Research

My research interests all focus, in one way or another, on using computational methods to model and understand the complexity of language and speech, and the amazing process of obtaining usable linguistic information in the face of incredible variation and noise among people, groups, situations, and languages.

Research interests in Phonetics and Speech Perception

As a Phonetician, my primary focus is on this complexity in speech and speech perception, using a strongly computational approach and set of methods.

I’m particularly interested in speech perception and speaker normalization, and computational modeling and measurement of human speech. Much of my work has focused on the subtle acoustical cues, features, and processes that we use to identify subtle distinctions among sounds and words, even in the face of extreme variability and interference.

For instance, my Doctoral Dissertation focused on the acoustical complexity of one particular phenomenon: vowel nasality. My goal was to use statistics, machine learning, signal processing, and human perceptual experiments to better understand vowel nasality in language by discovering not just what parts of the signal change in oral vs. nasal vowels, but which parts of the signal are actually used by listeners to perceive differences in nasality. To read the full abstract or download a copy, go to my publications page.

I’m also very interested in further exploring the use of machine learning to simulate perceptual processes of speech and hearing, alongside conventional articulatory and perceptual methods. These methods can provide information and generate testable hypotheses about measurement, perceptual cues, and the perceptibility of speech in the face of noise and variation.
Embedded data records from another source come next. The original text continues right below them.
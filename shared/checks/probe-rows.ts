import { type Evaluation, type PairMeasure, ROW_SHORT, ROW_UNDER_FLOOR } from './evaluation.ts'
import { exemptionOf, isLaidOn, requiredIn, thresholdOf } from './pair-requirements.ts'
import { identityOfRow, placeOfRow, statesOfRow, themeOfRow } from './measured-row.ts'
import type { ContrastKind, State, Use, WaiverModel } from './model.ts'
import { type ResolvedCell, STATE_COUNT } from './resolved.ts'
import { toUnderlay, type Underlay } from './stack-ratio.ts'
import type { ValueProbe } from './value-probe.ts'

/** What is asked of two tokens in one theme and state, and hangs on the probed colour. Everything by id. */
export interface ProbedFinding {
  readonly identity: string
  readonly pair: string
  readonly foreground: string
  readonly background: string
  readonly theme: string
  readonly foregroundState: State
  readonly backgroundState: State
  readonly use: Use
  readonly kind: ContrastKind
  /** What the ratio must reach: the requirement, or the system's floor where the finding is exempt. */
  readonly required: number
  readonly gating: boolean
}

/** What lies under a pair in one theme, read anew where a layer of it can move. */
export interface ProbeUnderlay {
  readonly layers: readonly { readonly cells: readonly ResolvedCell[]; readonly at: number }[]
  readonly isUnknown: boolean
  /** Whether what can be seen of it can move. */
  readonly canMove: boolean
  value: Underlay
}

/** One finding as the probe measures it. */
export interface ProbeRow {
  readonly finding: ProbedFinding
  /** Absent where only its group can move: then the ratio stands. */
  readonly sides?: {
    readonly foreground: readonly ResolvedCell[]
    readonly foregroundAt: number
    readonly background: readonly ResolvedCell[]
    readonly backgroundAt: number
    readonly underlay: ProbeUnderlay
    readonly isLaidOn: boolean
  }
  /** The ratio before any colour is tried. */
  readonly ratio: number
  /** 0 where nothing can fail. */
  readonly threshold: number
  /** What counts for a group; 0 where the pair requires nothing. */
  readonly groupRequired: number
  /** Position in the groups, -1 for none. */
  readonly group: number
  /** From this ratio on a waiver covers what is short; infinite where none does. */
  readonly waivedFrom: number
}

/** The rows of a probe, and for each place of an `anyOf` group whether a row that cannot move meets it. */
export interface ProbeRows {
  readonly rows: readonly ProbeRow[]
  readonly underlays: readonly ProbeUnderlay[]
  readonly groupsMet: readonly boolean[]
}

interface Draft {
  readonly evaluation: Evaluation
  readonly probe: ValueProbe
  readonly waivers: readonly WaiverModel[]
  readonly rows: ProbeRow[]
  readonly underlays: ProbeUnderlay[]
  readonly groupAt: Map<string, number>
  readonly groupsMet: boolean[]
  /** Row and pair of every row that can move. */
  readonly moving: Set<string>
}

function underlayOf(draft: Draft, measure: PairMeasure, theme: number): ProbeUnderlay {
  const { probe, evaluation } = draft
  const { backdrop } = measure.pair
  const isUnknown = backdrop === 'unknown'
  const ids = isUnknown ? [] : [evaluation.resolved.model.themes[theme]!.ground, ...backdrop]
  const at = theme * STATE_COUNT
  const layers = ids.map((id) => ({ cells: probe.cellsOf(id), at }))
  const value = toUnderlay(
    layers.map(({ cells }) => cells[at]!.color.rendered),
    isUnknown,
  )
  const lowestSeen = layers.findLastIndex(
    ({ cells }, layer) => cells[at]!.color.rendered.a === 255 && !probe.reaches(ids[layer]!, at),
  )
  const canMove = ids.slice(lowestSeen + 1).some((id) => probe.reaches(id, at))
  const underlay = { layers, isUnknown, canMove, value }
  if (canMove) draft.underlays.push(underlay)
  return underlay
}

type Sides = NonNullable<ProbeRow['sides']>

/** Whether a row can move: by a side of it, or by what shows through one. */
function canMove(probe: ValueProbe, measure: PairMeasure, sides: Sides): boolean {
  const { foreground, foregroundAt, background, backgroundAt, underlay, isLaidOn: onIt } = sides
  const { pair } = measure
  if (probe.reaches(pair.foreground, foregroundAt)) return true
  if (probe.reaches(pair.background, backgroundAt)) return true
  if (!underlay.canMove) return false
  const alphaOf = (cells: readonly ResolvedCell[], at: number) => cells[at]!.color.rendered.a
  return (
    alphaOf(background, backgroundAt) < 255 || (!onIt && alphaOf(foreground, foregroundAt) < 255)
  )
}

function waivedFrom(
  draft: Draft,
  finding: Omit<ProbedFinding, 'identity' | 'pair' | 'use' | 'gating'>,
): number {
  const covering = draft.waivers.filter(
    (waiver) =>
      waiver.foreground === finding.foreground &&
      waiver.background === finding.background &&
      waiver.kind === finding.kind &&
      (waiver.theme ?? finding.theme) === finding.theme &&
      (waiver.foregroundState ?? finding.foregroundState) === finding.foregroundState &&
      (waiver.backgroundState ?? finding.backgroundState) === finding.backgroundState &&
      finding.required <= waiver.required,
  )
  return Math.min(Number.POSITIVE_INFINITY, ...covering.map((waiver) => waiver.floorRatio))
}

/** The position of a row's group in its theme and state; -1 where it is in none. */
function groupOf(draft: Draft, measure: PairMeasure, row: number): number {
  const { anyOf } = measure.pair
  if (anyOf === undefined) return -1
  const key = `${placeOfRow(measure, row)} ${anyOf}`
  const known = draft.groupAt.get(key)
  if (known !== undefined) return known
  draft.groupAt.set(key, draft.groupsMet.length)
  draft.groupsMet.push(false)
  return draft.groupsMet.length - 1
}

interface Place {
  readonly measure: PairMeasure
  readonly row: number
  readonly theme: number
  readonly combination: number
}

function toRow(draft: Draft, place: Place, sides: ProbeRow['sides']): ProbeRow {
  const { evaluation } = draft
  const { measure, row, combination } = place
  const { pair, kind } = measure
  const theme = themeOfRow(evaluation, measure, row)
  const states = statesOfRow(measure, row)
  const { settings } = evaluation.resolved.model
  const use = requiredIn(evaluation.resolved, pair, place.theme)
  const threshold = thresholdOf(exemptionOf(pair, combination), use, settings) ?? 0
  const subject = {
    foreground: pair.foreground,
    background: pair.background,
    theme: theme.id,
    foregroundState: states.foreground,
    backgroundState: states.background,
    kind,
    required: threshold,
  }
  const identity = identityOfRow(evaluation, measure, row)
  return {
    finding: { ...subject, identity, pair: pair.id, use: pair.use, gating: theme.gating },
    ...(sides ? { sides } : {}),
    ratio: measure.ratio[row]!,
    threshold,
    groupRequired: use,
    group: groupOf(draft, measure, row),
    waivedFrom: waivedFrom(draft, subject),
  }
}

/** Adds the rows of a pair that can move. */
function addMoving(draft: Draft, measure: PairMeasure): void {
  const { probe } = draft
  const { pair, combinations } = measure
  const foreground = probe.cellsOf(pair.foreground)
  const background = probe.cellsOf(pair.background)
  for (const [at, theme] of measure.themes.entries()) {
    const underlay = underlayOf(draft, measure, theme)
    for (const [position, combination] of combinations.entries()) {
      const sides = {
        foreground,
        foregroundAt: theme * STATE_COUNT + Math.floor(combination / STATE_COUNT),
        background,
        backgroundAt: theme * STATE_COUNT + (combination % STATE_COUNT),
        underlay,
        isLaidOn: isLaidOn(pair.use),
      }
      if (!canMove(probe, measure, sides)) continue
      const row = at * combinations.length + position
      draft.moving.add(`${row} ${pair.id}`)
      const added = toRow(draft, { measure, row, theme, combination }, sides)
      if (added.threshold > 0 || added.group >= 0) draft.rows.push(added)
    }
  }
}

/** Adds what cannot move but stands or falls with a group that can, and notes where such a row meets its own. */
function addStanding(draft: Draft, measure: PairMeasure): void {
  const { combinations, pair } = measure
  for (let row = 0; row < measure.ratio.length; row++) {
    const group = draft.groupAt.get(`${placeOfRow(measure, row)} ${pair.anyOf}`)
    if (group === undefined || draft.moving.has(`${row} ${pair.id}`)) continue
    const at = Math.floor(row / combinations.length)
    const required = measure.required[at]!
    if (required > 0 && measure.ratio[row]! >= required) draft.groupsMet[group] = true
    const status = measure.status[row]
    if (status !== ROW_SHORT && status !== ROW_UNDER_FLOOR) continue
    const combination = combinations[row % combinations.length]!
    const place = { measure, row, theme: measure.themes[at]!, combination }
    draft.rows.push(toRow(draft, place, undefined))
  }
}

/** Positions of the pairs that can show a moving value. A theme's ground lies under every pair. */
function pairsShowing(evaluation: Evaluation, probe: ValueProbe): Iterable<number> {
  const isGroundMoving = evaluation.resolved.model.themes.some(({ ground }, theme) =>
    probe.reaches(ground, theme * STATE_COUNT),
  )
  if (isGroundMoving) return evaluation.measures.keys()
  return [...new Set(probe.tokens.flatMap((id) => evaluation.pairsOf.get(id) ?? []))].sort(
    (a, b) => a - b,
  )
}

/**
 * Every finding that hangs on the probed place, with what stands or falls with it through an `anyOf` group.
 * @param evaluation in which a colour is set at that place
 */
export function toProbeRows(
  evaluation: Evaluation,
  probe: ValueProbe,
  waivers: readonly WaiverModel[],
): ProbeRows {
  const draft: Draft = {
    evaluation,
    probe,
    waivers,
    rows: [],
    underlays: [],
    groupAt: new Map(),
    groupsMet: [],
    moving: new Set(),
  }
  for (const position of pairsShowing(evaluation, probe)) {
    addMoving(draft, evaluation.measures[position]!)
  }
  if (draft.groupAt.size > 0) {
    for (const measure of evaluation.measures) {
      if (measure.pair.anyOf !== undefined) addStanding(draft, measure)
    }
  }
  return { rows: draft.rows, underlays: draft.underlays, groupsMet: draft.groupsMet }
}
Given that machine learning shows such considerable promise in addressing both phonetic and phonological factors in speech, I intend to continue with this computational approach to phonetics throughout my research career.

At Michigan, during my Post-Doc, I worked with two different research teams. With Pam Beddor and Andries Coetzee, I worked on an NSF grant, exploring the temporal intricacies of speech production and perception on the whole, using eye-tracking, ultrasound, airflow, and complex data analysis to charactize patterns within (and across) individual speakers. I also worked with Jelena Krivokapic to bootstrap and help to run the newly-formed Electromagnetic Articulography (EMA) lab, where we’re using dual Carstens AG501 EMA units to address questions about articulation, prosody, pauses, and gesture with one and two-speaker studies.

Research interests in Natural Language Processing, Computational Linguistics, and Medical Language

Although I’m a speech geek at heart, the field of natural language processing suffers from similarly intriguing problems: Noisy and variable texts contain surprisingly large amounts of information, which is communicated in non-transparent ways.

I’ve worked on a series of joint projects with the Mayo Clinic and Harvard Medical School involving the automated processing of language in medical records and discourse. As I’ve moved further into this field, I’ve become fascinated by the language used in the health care establishment and with the peculiar constructions and vocabulary that have emerged to fit the needs of this specialized speech community, where shared understanding is everywhere, conciseness is financially required, and clarity is legally required.

My main interest is in the temporal domain, working on the THYME Project and its follow-up grant, THYME Phase II. In this project, I developed a schema and a set of guidelines for annotating temporal relations, and supervised a team of annotators tasked with annotating data. I’m delighted to be first author on a paper discussing issues in clinical Temporal annotation, titled Temporal Annotation in the Clinical Domain, available from TACL here.

As part of these projects, I’ve also worked extensively with the UMLS in an effort to create an automated computerized question answering system (under the MiPACQ project), and have worked with causality and coreference as a part of the DEFT project.

Finally, I’m the creator and maintainer of the EnronSent email corpus a cleaned subset of data from the Enron corpus of email, described in University of Colorado Institute of Cognitive Science Technical Report 01-2011.